Yes. Point 5(b) covers AI used to evaluate the creditworthiness of natural persons or establish their credit score, regardless of whether the system makes the final lending decision. A credit-scoring system that produces an input for a human underwriter still falls inside Point 5(b). The exception under Article 6(3) does not cover credit scoring in most enterprise deployments, since the score materially influences the human decision.
- How does Annex III interact with the AI Liability Directive?
Annex III is the classification driver under the AI Act. The AI Liability Directive proposal sits alongside the Act and addresses non-contractual civil liability for damages caused by AI systems. The Directive references the AI Act classifications, so an Annex III high-risk system inherits the heightened liability framing under the proposed Directive when adopted. The Liability Directive proposal has progressed slowly through the EU legislative process and is not in force at the time of writing.
- Does an internal-only AI system used by employees fall under Annex III?
The classification depends on what the system does, not on whether the users are employees. An internal AI system used for hiring decisions falls under Point 4. An internal AI system used to determine employee performance evaluations falls under Point 4. An internal AI system used purely for productivity assistance, without informing a decision in one of the listed use cases, does not fall under Annex III on its own. The Annex III scope follows the use case.
- What happens if a deployer uses an AI system in a high-risk use case the provider did not anticipate?

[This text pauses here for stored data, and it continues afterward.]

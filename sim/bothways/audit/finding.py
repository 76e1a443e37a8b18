"""What an audit finds: one row a finding, with its severity, its size and its place in the file.

One scale serves all findings that have a size: the decades (powers of ten) by which a rate constant or an equilibrium
constant is off. A factor of 2 is within what kinetic data usually claim for themselves (the evaluations of D.L. Baulch
et al., J. Phys. Chem. Ref. Data 34 (2005) 757, doi:10.1063/1.1748524, state ±0.1 to ±0.5 in log k), a factor of 10 is
beyond it: hence the steps below. What is impossible outright is an error whatever its size.
"""

import math
from collections.abc import Iterator, Mapping
from dataclasses import asdict, dataclass, fields, replace
from typing import TYPE_CHECKING, Protocol

if TYPE_CHECKING:
    from .survey import Survey

ERROR, WARNING, NOTICE = "error", "warning", "notice"
SEVERITIES = (ERROR, WARNING, NOTICE)
"""The worst first."""
ERROR_FROM, WARNING_FROM = 1.0, math.log10(2.0)
"""Decades from which a deviation is an error, and a warning [-]."""
NONE = math.nan
"""The value of a number that a finding does not have."""


@dataclass(frozen=True)
class Finding:
    """One row of an audit.

    kind : what was found, by the name of its check. entry : where in the file. text : what is wrong there.
    severity : error, warning or notice. decades : how far a rate or equilibrium constant is off [powers of ten].
    temperature [K], pressure [Pa] : where it is worst. from_temperature, to_temperature [K] : where it holds.
    value, unit : the number that tells most about it. gibbs_change [J/mol] : the error of ΔG that would explain it.
    likely : what is likelier at fault. reaction, species : numbers in the file from 1, or names; empty if none.
    """

    kind: str
    severity: str
    entry: str
    text: str
    decades: float = NONE
    temperature: float = NONE
    pressure: float = NONE
    from_temperature: float = NONE
    to_temperature: float = NONE
    value: float = NONE
    unit: str = ""
    gibbs_change: float = NONE
    likely: str = ""
    reaction: int = 0
    species: str = ""

    def record(self) -> dict[str, str | float | int | None]:
        """The row as a plain dict; None for numbers that it does not have."""
        return {key: None if isinstance(v, float) and math.isnan(v) else v for key, v in asdict(self).items()}

    def at_most(self, severity: str) -> "Finding":
        """The same with its severity capped."""
        worst = max(SEVERITIES.index(self.severity), SEVERITIES.index(severity))
        return replace(self, severity=SEVERITIES[worst])

    @property
    def order(self) -> tuple[int, float]:
        """What rows are sorted by: severity, then size."""
        return SEVERITIES.index(self.severity), -round(self.decades, 6) if self.decades == self.decades else 0.0


FIELDS = tuple(f.name for f in fields(Finding))
NUMBERS = ("decades", "temperature", "pressure", "from_temperature", "to_temperature", "value", "gibbs_change", "reaction")
UNITS: Mapping[str, str] = {"temperature": "K", "pressure": "Pa", "from_temperature": "K", "to_temperature": "K",
                            "gibbs_change": "J mol-1"}


class Check(Protocol):
    """One kind of finding: a module of audit/findings.

    NAME : what the rows bear as their kind. SOURCE : where the limit comes from. SEVERITY : the rule in words.
    EXPLANATION : what it means to a chemist, and what to do.
    """

    NAME: str
    SOURCE: str
    SEVERITY: str
    EXPLANATION: str

    def find(self, survey: "Survey") -> Iterator[Finding]:
        """The findings in a mechanism, in any order."""


def severity_of(decades: float) -> str:
    """By the common scale: error from a factor of 10, warning from a factor of 2, notice below."""
    return ERROR if decades >= ERROR_FROM else WARNING if decades >= WARNING_FROM else NOTICE


def factor_text(decades: float) -> str:
    """A deviation in words that read easily: "a factor of 3.2", "8.1 decades"."""
    return f"a factor of {10.0**decades:.2g}" if abs(decades) < 2 else f"{decades:.1f} decades"


def stretch_text(low: float, high: float) -> str:
    """A stretch of temperatures: "at 300 K", "from 300 to 900 K"."""
    return f"at {low:.4g} K" if low == high else f"from {low:.4g} to {high:.4g} K"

Article 25 covers the case where a deployer's use of an AI system substantially modifies the intended purpose declared by the provider. The deployer in that case takes on the provider obligations for the new intended purpose, including the conformity assessment. This pathway catches AI systems that are sold for general use but deployed for a high-risk Annex III use case. The deployer's procurement and assessment process has to surface the substantial modification before it goes into production.
- Will Annex III be expanded by the Commission?

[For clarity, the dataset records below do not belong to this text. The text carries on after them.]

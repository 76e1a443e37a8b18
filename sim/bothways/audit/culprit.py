"""What is likelier at fault where a derived constant is impossible: the forward rate, or the thermochemistry.

The rule, in this order: (1) the forward constant breaks its own limit; (2) a species of the reaction has thermochemistry
that is faulty by itself (an open join, an enthalpy of formation off its reference); (3) the reverse falls with rising
temperature faster than an association can: then the activation energy is below what the energies of reaction ask for, and
either may be wrong; (4) else its size, not its slope, is wrong: the forward A, or an entropy. The remedy is stated as the
change of ΔG of reaction that would bring it to the limit, R T ln(excess).
"""

from dataclasses import replace

import numpy as np

from ..constants import GAS_CONSTANT as R
from .encounters import FORWARD, Encounter
from .finding import NONE, NOTICE, Finding
from .survey import Survey

STEEP = -20e3
"""An apparent activation energy below this [J/mol] is no association's (those of atoms with a third body reach about
-10 kJ/mol; common practice, no source)."""


def slope_text(survey: Survey, met: Encounter, log_k: np.ndarray, k: int) -> str:
    """What the course of a reverse constant (nT) near temperature k tells."""
    if met.direction == FORWARD:
        return "the forward rate"
    T = survey.temperatures
    inside = slice(max(k - 1, 0), k + 2)
    x, y = 1.0 / T[inside], log_k[inside]
    known = np.isfinite(y)
    if np.count_nonzero(known) < 2:
        return "unclear"
    energy = -R * float(np.polyfit(x[known], y[known], 1)[0])
    if energy < STEEP:
        delta = float(survey.reaction_energy[k, met.j]) / 1e3
        return (f"the energies: the derived reverse has an apparent activation energy of {energy / 1e3:.0f} kJ/mol (ΔU° of "
                f"reaction {delta:.0f} kJ/mol), so the forward Ea is too low or ΔH° too high")
    return "the size of the forward A, or an entropy of reaction that is off"


def mending(survey: Survey, met: Encounter, decades: float, k: int) -> float:
    """The change of ΔG° of reaction [J/mol] that brings a derived reverse down to its limit; NaN for a forward rate."""
    return NONE if met.direction == FORWARD else float(-R * survey.temperatures[k] * decades * np.log(10.0))


def with_thermochemistry(rows: list[Finding], survey: Survey, suspects: dict[str, str]) -> list[Finding]:
    """The rows, with suspicion moved to species whose own thermochemistry is faulty."""
    moved = []
    for row in rows:
        names = survey.mechanism.reactions[row.reaction - 1].net if row.reaction and row.likely else {}
        faulty = [f"{name} ({suspects[name]})" for name in names if name in suspects]
        forward = row.likely == "the forward rate"
        moved.append(replace(row, likely=f"the thermochemistry of {', '.join(faulty)}") if faulty and not forward else row)
    return moved


def suspects_of(rows: list[Finding]) -> dict[str, str]:
    """Species whose thermochemistry is faulty by itself beyond a notice, with what is wrong."""
    return {row.species: row.kind for row in rows if row.species and row.severity != NOTICE}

Article 7 gives the Commission the power to add new use cases to Annex III through delegated acts, after consultation. The Commission has signalled interest in monitoring generative AI deployments in sensitive sectors and may propose additions where market surveillance identifies risks the current Annex III does not cover. Deployers should monitor the Commission's annual review of Annex III for any additions that affect their deployments.